▸ PROBLEM REQUIREMENTS: In the records that follow, find each line with "encoding" and pull it out.

Dataset entries
========================
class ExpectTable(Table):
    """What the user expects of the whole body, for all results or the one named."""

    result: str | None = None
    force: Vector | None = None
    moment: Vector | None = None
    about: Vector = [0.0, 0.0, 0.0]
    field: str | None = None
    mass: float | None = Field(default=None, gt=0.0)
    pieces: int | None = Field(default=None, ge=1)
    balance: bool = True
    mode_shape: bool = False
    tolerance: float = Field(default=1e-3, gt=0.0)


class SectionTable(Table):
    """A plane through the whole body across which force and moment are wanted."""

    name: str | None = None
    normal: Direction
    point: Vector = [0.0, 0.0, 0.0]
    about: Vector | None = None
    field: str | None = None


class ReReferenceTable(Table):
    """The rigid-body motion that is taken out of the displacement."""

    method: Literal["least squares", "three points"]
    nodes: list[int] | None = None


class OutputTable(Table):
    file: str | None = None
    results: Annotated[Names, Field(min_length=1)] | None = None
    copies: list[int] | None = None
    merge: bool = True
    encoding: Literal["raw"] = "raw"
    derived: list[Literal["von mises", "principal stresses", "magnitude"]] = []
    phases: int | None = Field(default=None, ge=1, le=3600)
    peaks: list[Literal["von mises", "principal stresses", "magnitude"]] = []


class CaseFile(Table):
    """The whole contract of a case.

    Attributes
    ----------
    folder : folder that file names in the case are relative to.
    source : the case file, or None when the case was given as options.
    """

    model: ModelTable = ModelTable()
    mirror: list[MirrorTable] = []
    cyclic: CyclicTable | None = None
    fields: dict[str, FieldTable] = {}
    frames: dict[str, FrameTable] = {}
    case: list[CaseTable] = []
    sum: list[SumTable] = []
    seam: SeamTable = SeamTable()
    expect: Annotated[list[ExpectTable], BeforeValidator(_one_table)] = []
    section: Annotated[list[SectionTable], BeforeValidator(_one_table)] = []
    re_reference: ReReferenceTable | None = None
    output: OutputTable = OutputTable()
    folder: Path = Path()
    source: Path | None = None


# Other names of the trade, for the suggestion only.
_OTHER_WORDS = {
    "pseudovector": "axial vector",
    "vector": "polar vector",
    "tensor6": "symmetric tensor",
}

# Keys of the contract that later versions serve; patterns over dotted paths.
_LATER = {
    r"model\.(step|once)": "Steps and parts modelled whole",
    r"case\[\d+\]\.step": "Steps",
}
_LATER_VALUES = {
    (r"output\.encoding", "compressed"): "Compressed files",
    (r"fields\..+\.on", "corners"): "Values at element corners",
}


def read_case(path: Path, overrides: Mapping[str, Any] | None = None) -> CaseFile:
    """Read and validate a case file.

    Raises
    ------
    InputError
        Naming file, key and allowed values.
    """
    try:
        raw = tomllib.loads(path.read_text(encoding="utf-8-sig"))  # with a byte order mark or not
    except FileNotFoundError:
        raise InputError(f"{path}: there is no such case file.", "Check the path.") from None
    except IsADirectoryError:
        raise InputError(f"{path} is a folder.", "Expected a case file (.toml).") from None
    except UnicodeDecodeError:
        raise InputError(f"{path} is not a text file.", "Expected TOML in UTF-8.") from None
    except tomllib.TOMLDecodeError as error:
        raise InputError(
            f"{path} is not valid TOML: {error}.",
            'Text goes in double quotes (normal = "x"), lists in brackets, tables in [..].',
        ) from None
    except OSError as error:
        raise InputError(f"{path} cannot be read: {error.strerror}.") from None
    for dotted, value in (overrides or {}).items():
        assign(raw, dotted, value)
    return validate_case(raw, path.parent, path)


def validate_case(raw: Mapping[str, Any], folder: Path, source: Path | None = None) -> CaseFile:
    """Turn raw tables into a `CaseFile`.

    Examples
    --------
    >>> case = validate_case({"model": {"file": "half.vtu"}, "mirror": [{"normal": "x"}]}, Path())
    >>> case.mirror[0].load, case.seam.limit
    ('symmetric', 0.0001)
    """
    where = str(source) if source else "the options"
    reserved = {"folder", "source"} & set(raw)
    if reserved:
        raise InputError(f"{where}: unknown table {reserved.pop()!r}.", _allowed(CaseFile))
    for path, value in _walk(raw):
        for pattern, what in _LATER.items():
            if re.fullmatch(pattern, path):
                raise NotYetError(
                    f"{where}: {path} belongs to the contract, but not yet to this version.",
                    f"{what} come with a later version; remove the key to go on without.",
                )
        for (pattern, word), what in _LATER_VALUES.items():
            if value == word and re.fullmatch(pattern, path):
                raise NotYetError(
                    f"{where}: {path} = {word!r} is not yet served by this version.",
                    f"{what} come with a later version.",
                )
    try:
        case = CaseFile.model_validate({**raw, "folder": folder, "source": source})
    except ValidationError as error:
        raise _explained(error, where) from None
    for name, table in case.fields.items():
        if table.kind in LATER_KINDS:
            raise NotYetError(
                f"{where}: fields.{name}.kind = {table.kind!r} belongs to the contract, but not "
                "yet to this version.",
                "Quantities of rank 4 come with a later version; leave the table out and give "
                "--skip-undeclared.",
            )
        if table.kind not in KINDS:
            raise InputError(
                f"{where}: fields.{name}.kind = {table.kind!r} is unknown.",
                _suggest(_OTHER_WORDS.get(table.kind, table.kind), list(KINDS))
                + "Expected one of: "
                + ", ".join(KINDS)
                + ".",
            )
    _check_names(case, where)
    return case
========================
▸ THE COMPLETED TASK:
    encoding: Literal["raw"] = "raw"
    (r"output\.encoding", "compressed"): "Compressed files",
        raw = tomllib.loads(path.read_text(encoding="utf-8-sig"))  # with a byte order mark or not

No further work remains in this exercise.